(DATA FOR THE TASK Opens)
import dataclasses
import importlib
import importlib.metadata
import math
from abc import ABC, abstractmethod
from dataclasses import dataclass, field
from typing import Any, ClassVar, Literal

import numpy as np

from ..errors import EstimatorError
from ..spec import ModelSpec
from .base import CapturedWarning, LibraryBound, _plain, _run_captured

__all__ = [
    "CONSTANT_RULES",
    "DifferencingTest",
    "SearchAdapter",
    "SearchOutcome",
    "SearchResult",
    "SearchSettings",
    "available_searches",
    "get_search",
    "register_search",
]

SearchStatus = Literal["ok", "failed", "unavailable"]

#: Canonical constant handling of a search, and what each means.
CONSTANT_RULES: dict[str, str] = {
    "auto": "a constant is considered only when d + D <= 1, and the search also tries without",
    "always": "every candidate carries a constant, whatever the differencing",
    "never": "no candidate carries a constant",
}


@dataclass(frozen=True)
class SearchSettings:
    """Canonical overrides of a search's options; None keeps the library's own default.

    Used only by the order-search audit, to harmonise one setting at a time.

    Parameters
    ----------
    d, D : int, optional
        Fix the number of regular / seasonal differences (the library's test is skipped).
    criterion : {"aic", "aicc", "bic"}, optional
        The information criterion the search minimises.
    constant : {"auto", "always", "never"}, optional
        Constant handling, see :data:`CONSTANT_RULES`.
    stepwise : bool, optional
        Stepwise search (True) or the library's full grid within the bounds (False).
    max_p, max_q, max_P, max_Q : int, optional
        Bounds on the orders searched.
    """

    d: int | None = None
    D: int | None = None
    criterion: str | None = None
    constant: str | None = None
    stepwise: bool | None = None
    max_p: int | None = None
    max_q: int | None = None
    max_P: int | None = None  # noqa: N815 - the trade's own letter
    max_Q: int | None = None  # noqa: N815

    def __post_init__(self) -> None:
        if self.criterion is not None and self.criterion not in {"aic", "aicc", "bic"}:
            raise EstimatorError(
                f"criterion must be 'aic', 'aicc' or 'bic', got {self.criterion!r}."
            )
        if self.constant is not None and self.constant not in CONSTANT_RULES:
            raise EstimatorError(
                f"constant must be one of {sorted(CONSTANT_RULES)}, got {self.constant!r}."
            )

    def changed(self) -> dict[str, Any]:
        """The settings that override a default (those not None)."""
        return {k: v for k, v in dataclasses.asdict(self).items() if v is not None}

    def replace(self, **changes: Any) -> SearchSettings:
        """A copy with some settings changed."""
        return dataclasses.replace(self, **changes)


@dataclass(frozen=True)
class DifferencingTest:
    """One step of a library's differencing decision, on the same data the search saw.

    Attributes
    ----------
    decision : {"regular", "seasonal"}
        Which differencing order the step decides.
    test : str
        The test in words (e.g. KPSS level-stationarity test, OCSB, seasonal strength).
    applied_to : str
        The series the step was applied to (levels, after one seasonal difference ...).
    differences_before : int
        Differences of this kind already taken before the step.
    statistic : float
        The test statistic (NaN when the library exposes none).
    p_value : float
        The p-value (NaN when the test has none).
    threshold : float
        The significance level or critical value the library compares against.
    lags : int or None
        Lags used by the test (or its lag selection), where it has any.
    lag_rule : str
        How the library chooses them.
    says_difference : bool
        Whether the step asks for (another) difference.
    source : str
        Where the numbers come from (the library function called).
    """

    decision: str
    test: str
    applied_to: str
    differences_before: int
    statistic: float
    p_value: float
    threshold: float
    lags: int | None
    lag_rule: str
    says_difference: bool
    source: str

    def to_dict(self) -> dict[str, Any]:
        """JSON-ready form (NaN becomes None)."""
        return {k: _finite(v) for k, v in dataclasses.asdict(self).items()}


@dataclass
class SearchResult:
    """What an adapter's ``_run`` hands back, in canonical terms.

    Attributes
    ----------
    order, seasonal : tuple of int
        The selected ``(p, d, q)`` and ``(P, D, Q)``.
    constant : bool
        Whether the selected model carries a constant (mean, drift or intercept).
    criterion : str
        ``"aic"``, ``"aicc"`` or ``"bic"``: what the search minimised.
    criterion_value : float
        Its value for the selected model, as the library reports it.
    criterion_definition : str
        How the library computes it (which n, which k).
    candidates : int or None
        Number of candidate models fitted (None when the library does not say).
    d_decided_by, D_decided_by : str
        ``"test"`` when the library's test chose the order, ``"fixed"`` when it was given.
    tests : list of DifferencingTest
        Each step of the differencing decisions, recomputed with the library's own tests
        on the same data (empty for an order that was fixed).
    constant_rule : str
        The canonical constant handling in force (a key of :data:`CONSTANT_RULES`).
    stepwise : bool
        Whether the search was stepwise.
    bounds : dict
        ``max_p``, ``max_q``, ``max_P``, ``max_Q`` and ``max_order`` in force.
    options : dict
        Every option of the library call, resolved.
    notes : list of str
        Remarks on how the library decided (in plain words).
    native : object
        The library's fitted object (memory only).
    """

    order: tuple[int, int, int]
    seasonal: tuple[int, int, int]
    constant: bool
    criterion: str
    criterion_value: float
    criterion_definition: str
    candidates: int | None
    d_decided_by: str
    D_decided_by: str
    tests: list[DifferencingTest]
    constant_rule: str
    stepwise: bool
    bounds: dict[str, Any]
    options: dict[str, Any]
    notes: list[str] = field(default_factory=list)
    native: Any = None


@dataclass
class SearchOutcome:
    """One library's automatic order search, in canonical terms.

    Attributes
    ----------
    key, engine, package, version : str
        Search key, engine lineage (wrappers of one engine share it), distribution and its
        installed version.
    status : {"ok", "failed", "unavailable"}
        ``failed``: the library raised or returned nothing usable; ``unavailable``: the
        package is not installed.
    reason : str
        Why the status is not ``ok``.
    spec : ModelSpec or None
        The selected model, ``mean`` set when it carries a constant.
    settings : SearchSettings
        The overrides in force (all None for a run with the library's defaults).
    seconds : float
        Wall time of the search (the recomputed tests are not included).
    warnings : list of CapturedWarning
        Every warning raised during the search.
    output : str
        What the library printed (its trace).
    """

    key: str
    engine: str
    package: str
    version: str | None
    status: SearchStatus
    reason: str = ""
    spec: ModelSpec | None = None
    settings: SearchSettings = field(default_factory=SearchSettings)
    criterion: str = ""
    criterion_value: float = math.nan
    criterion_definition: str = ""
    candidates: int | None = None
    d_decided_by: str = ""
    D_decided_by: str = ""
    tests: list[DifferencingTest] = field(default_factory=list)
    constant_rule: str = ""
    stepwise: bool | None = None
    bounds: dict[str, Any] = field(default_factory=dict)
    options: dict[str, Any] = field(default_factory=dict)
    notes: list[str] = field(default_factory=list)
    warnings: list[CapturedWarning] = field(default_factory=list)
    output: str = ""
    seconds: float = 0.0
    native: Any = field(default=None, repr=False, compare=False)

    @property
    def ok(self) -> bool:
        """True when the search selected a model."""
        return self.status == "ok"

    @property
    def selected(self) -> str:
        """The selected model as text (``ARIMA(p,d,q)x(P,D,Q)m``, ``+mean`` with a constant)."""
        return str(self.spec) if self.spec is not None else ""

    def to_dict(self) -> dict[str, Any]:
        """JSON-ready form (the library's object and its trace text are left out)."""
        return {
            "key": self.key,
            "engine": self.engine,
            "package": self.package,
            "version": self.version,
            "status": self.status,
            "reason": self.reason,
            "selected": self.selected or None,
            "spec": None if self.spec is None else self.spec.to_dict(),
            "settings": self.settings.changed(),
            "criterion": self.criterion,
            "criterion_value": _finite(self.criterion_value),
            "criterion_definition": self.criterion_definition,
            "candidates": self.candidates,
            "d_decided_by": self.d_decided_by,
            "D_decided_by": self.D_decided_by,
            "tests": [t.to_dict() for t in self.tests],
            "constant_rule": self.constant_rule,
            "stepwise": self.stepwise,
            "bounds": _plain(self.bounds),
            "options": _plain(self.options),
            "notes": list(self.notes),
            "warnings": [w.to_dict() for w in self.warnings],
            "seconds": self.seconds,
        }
(DATA FOR THE TASK Closes)
(DATA FOR THE TASK Opens)
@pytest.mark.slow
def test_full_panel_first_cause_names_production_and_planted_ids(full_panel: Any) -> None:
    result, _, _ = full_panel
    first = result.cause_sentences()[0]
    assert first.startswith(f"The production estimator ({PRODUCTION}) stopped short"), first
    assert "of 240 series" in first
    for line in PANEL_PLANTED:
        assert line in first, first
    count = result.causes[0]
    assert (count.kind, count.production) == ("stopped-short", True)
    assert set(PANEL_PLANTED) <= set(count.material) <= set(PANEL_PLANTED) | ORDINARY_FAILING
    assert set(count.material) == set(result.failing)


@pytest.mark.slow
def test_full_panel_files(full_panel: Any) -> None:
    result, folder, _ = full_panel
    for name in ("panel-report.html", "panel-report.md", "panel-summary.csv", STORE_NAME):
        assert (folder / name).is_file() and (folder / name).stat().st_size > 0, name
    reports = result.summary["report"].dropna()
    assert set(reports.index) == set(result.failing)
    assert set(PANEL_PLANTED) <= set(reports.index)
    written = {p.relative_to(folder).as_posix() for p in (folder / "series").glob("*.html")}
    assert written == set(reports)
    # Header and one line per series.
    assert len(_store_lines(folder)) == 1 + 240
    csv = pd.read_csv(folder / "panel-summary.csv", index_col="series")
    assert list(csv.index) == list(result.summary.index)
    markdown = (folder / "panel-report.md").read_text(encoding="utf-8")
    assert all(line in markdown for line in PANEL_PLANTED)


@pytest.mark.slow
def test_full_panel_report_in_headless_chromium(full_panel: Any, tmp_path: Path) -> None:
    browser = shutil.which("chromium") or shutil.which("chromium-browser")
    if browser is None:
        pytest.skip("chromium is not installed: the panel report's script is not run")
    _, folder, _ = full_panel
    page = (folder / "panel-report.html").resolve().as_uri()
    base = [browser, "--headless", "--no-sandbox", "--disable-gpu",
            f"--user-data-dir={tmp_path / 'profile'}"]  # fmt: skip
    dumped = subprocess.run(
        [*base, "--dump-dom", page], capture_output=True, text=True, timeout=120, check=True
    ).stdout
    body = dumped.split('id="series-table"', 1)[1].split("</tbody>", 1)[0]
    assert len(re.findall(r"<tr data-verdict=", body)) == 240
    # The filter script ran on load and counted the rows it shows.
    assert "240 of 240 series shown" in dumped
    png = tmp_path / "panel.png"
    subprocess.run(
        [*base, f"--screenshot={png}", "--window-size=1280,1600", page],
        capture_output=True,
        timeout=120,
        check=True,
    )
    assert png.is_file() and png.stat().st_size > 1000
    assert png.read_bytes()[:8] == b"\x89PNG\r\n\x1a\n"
(DATA FOR THE TASK Closes)
(DATA FOR THE TASK Opens)
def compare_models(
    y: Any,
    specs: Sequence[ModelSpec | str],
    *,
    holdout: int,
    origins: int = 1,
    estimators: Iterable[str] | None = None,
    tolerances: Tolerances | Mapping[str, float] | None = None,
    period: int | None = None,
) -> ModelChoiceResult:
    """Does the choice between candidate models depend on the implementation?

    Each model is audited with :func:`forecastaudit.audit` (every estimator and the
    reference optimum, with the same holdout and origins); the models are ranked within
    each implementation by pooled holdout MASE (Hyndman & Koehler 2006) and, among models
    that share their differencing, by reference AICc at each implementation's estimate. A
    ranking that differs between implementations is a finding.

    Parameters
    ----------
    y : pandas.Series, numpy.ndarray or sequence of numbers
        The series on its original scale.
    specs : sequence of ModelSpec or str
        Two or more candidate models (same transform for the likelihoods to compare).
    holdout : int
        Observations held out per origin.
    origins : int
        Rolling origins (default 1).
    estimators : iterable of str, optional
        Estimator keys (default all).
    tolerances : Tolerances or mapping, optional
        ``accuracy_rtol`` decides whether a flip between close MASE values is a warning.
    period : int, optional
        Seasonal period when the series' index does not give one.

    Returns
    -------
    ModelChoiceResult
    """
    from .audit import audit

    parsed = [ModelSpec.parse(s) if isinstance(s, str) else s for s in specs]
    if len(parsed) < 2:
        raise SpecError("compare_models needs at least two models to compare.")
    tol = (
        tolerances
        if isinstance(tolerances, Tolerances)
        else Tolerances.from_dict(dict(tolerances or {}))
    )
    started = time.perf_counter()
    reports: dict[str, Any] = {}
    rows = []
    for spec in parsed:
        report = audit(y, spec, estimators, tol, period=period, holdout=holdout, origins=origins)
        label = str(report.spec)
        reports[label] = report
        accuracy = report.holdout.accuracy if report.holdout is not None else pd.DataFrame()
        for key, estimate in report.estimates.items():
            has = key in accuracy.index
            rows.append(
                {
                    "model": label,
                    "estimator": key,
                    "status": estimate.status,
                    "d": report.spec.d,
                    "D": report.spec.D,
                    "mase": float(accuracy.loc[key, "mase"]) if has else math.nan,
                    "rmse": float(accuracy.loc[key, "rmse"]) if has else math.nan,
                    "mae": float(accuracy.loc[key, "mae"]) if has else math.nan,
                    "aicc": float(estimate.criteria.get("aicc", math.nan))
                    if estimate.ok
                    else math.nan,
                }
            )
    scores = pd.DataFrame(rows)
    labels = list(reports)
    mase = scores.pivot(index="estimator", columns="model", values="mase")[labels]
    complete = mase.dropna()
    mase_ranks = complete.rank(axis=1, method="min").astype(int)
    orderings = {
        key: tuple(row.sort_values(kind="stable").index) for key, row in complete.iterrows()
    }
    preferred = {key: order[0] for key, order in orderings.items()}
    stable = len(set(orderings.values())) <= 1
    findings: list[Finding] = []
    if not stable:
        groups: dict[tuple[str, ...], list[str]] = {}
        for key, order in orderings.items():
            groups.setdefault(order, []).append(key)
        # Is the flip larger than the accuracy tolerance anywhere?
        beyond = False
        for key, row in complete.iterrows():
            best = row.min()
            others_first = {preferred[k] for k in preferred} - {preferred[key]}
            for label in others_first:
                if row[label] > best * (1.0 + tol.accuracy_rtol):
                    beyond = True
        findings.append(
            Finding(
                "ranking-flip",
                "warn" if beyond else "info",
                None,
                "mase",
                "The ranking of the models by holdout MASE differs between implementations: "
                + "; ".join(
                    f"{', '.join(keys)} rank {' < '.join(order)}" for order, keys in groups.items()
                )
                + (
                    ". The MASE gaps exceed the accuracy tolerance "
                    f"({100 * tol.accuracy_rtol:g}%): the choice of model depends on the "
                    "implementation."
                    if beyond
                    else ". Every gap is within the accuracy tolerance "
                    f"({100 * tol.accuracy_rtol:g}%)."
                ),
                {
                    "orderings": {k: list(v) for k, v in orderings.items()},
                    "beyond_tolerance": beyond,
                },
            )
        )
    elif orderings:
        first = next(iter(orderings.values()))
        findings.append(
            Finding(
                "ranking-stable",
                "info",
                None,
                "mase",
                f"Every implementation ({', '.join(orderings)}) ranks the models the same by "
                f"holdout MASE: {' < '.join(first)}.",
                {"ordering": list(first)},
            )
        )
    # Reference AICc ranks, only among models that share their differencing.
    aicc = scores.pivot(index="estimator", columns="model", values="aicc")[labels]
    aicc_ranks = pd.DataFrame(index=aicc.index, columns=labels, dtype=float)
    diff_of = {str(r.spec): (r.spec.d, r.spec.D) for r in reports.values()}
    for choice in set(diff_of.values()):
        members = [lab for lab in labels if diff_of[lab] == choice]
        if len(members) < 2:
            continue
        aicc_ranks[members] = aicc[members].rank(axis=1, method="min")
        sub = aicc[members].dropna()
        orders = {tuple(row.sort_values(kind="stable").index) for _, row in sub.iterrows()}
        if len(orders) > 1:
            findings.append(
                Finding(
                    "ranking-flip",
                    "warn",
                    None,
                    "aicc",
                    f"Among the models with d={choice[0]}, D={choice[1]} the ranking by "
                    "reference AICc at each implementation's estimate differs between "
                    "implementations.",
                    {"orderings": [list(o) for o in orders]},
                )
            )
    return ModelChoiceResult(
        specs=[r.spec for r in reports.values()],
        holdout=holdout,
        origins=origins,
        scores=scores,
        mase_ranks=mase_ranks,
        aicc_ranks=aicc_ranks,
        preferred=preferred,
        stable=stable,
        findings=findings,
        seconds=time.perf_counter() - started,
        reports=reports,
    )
(DATA FOR THE TASK Closes)
**EXERCISE PROMPT:** Considering only the records above, state the number of lines that include the word "page", with nothing added.

**RESULT:** 3